Data flow: Azure Computer Vision ? Smint.io
Azure Computer Vision can extract text from scanned documents, posters, packaging mockups, and event materials uploaded into Smint.io. Smint.io can use the extracted text to index assets, support full-text search, and classify files by campaign, product line, region, or language.
Data flow: Azure Computer Vision ? Smint.io
Smint.io can send incoming assets to Azure Computer Vision to detect logos, branded objects, and other visual elements. The results can be used to flag assets that contain third-party branding, competitor marks, or restricted imagery so they can be reviewed before being made available to creatives.
Data flow: Azure Computer Vision ? Smint.io
For assets intended for web, email, or digital publishing, Azure Computer Vision can generate descriptive text that Smint.io stores as alt-text or accessibility metadata. Marketing and content teams can then reuse this information when exporting assets to downstream channels.
Data flow: Azure Computer Vision ? Smint.io
Azure Computer Vision can analyze visual content and identify whether an asset is product-focused, lifestyle-oriented, people-centric, or location-based. Smint.io can use these classifications to automatically place assets into campaign folders, channel-specific collections, or regional content sets.

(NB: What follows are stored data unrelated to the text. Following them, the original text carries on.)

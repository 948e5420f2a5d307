// A literal wider than its declared size.
module m(input [3:0] a, output [3:0] y);
  assign y = a ^ 4'h1f;
endmodule
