//! The proof engines against two oracles outside equicone (`tests/oracle/`: exhaustive
//! bit-parallel simulation and the batsat solver on a miter encoded from the gate lines), on
//! 10,000 random small circuit pairs: equivalent local rewrites and single-edit mutants
//! (gate kind, rewired or inverted fan-in, output moved). Also: `--jobs` does not change any
//! result.

use equicone::engine::{prove, EngineKind, PairBy, ProveOptions, Verdict};
use equicone::front::bench::read_bench;
use equicone::Design;
use rand::rngs::StdRng;
use rand::{Rng, SeedableRng};
use std::collections::{BTreeMap, HashMap};
use std::io::Write;
use std::sync::atomic::{AtomicU64, Ordering};
use std::sync::Arc;
use std::time::Instant;

mod oracle;

use oracle::random::{is_unary, Gates, KINDS};

/// Replaces gate `g` (kind, fan-in names) by bench lines, or keeps it (`None`).
type Rewrite<'a> = dyn FnMut(usize, &str, &[String]) -> Option<Vec<String>> + 'a;

/// A random gate-level circuit (the tests' one generator, `tests/oracle/random.rs`) over
/// signals `x0..` then `g0..`, with outputs.
struct Circuit {
    inputs: usize,
    gates: Gates,
    outputs: Vec<usize>,
}

impl Circuit {
    fn random(rng: &mut StdRng, inputs: usize, gates: usize, outputs: usize) -> Circuit {
        let gs = Gates::random(rng, inputs, gates);
        let total = inputs + gates;
        let outs = (0..outputs)
            .map(|k| {
                if k == 0 {
                    total - 1
                } else {
                    rng.gen_range(0..total)
                }
            })
            .collect();
        Circuit {
            inputs,
            gates: gs,
            outputs: outs,
        }
    }

    /// Bench text; gate `g` may be replaced by the lines `rewrite` gives for it.
    fn bench(&self, rewrite: &mut Rewrite<'_>) -> String {
        let name = |s: usize| {
            if s < self.inputs {
                format!("x{s}")
            } else {
                format!("g{}", s - self.inputs)
            }
        };
        let mut t = String::new();
        for i in 0..self.inputs {
            t += &format!("INPUT(x{i})\n");
        }
        for k in 0..self.outputs.len() {
            t += &format!("OUTPUT(y{k})\n");
        }
        for (g, (kind, fanin)) in self.gates.gates.iter().enumerate() {
            let args: Vec<String> = fanin.iter().map(|&s| name(s)).collect();
            match rewrite(g, kind, &args) {
                Some(lines) => {
                    for l in lines {
                        t += &l;
                        t.push('\n');
                    }
                }
                None => t += &format!("g{g} = {kind}({})\n", args.join(", ")),
            }
        }
        for (k, &s) in self.outputs.iter().enumerate() {
            t += &format!("y{k} = BUFF({})\n", name(s));
        }
        t
    }
}
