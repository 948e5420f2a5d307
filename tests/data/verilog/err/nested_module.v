// Found by fuzzing: a module opened inside another once stalled the item loop (a hang).
module m(input a, output y);
  assign y = a;
module n(input b, output z);
  assign z = b;
endmodule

Data flow: Smint.io ? Azure Computer Vision ? Smint.io
When Smint.io receives customer-submitted or partner-provided images, it can send them to Azure Computer Vision for automated review of image quality, text presence, and visible content. Smint.io can then flag low-quality, off-brand, or incomplete submissions for manual review before they enter the approved asset library.
Data flow: Bi-directional
Smint.io can push asset metadata and usage context to Azure Computer Vision for enrichment, while Azure Computer Vision returns visual insights that Smint.io stores alongside existing rights and brand information. This creates a richer search experience for creatives working in Adobe Creative Cloud and other connected tools.
Data flow: Bi-directional
Smint.io can manage licensing, usage rights, and approved asset distribution, while Azure Computer Vision adds content-level analysis to verify what is actually present in the image. Together, they help enterprises ensure that licensed assets are used correctly and that content matches the intended campaign or usage policy.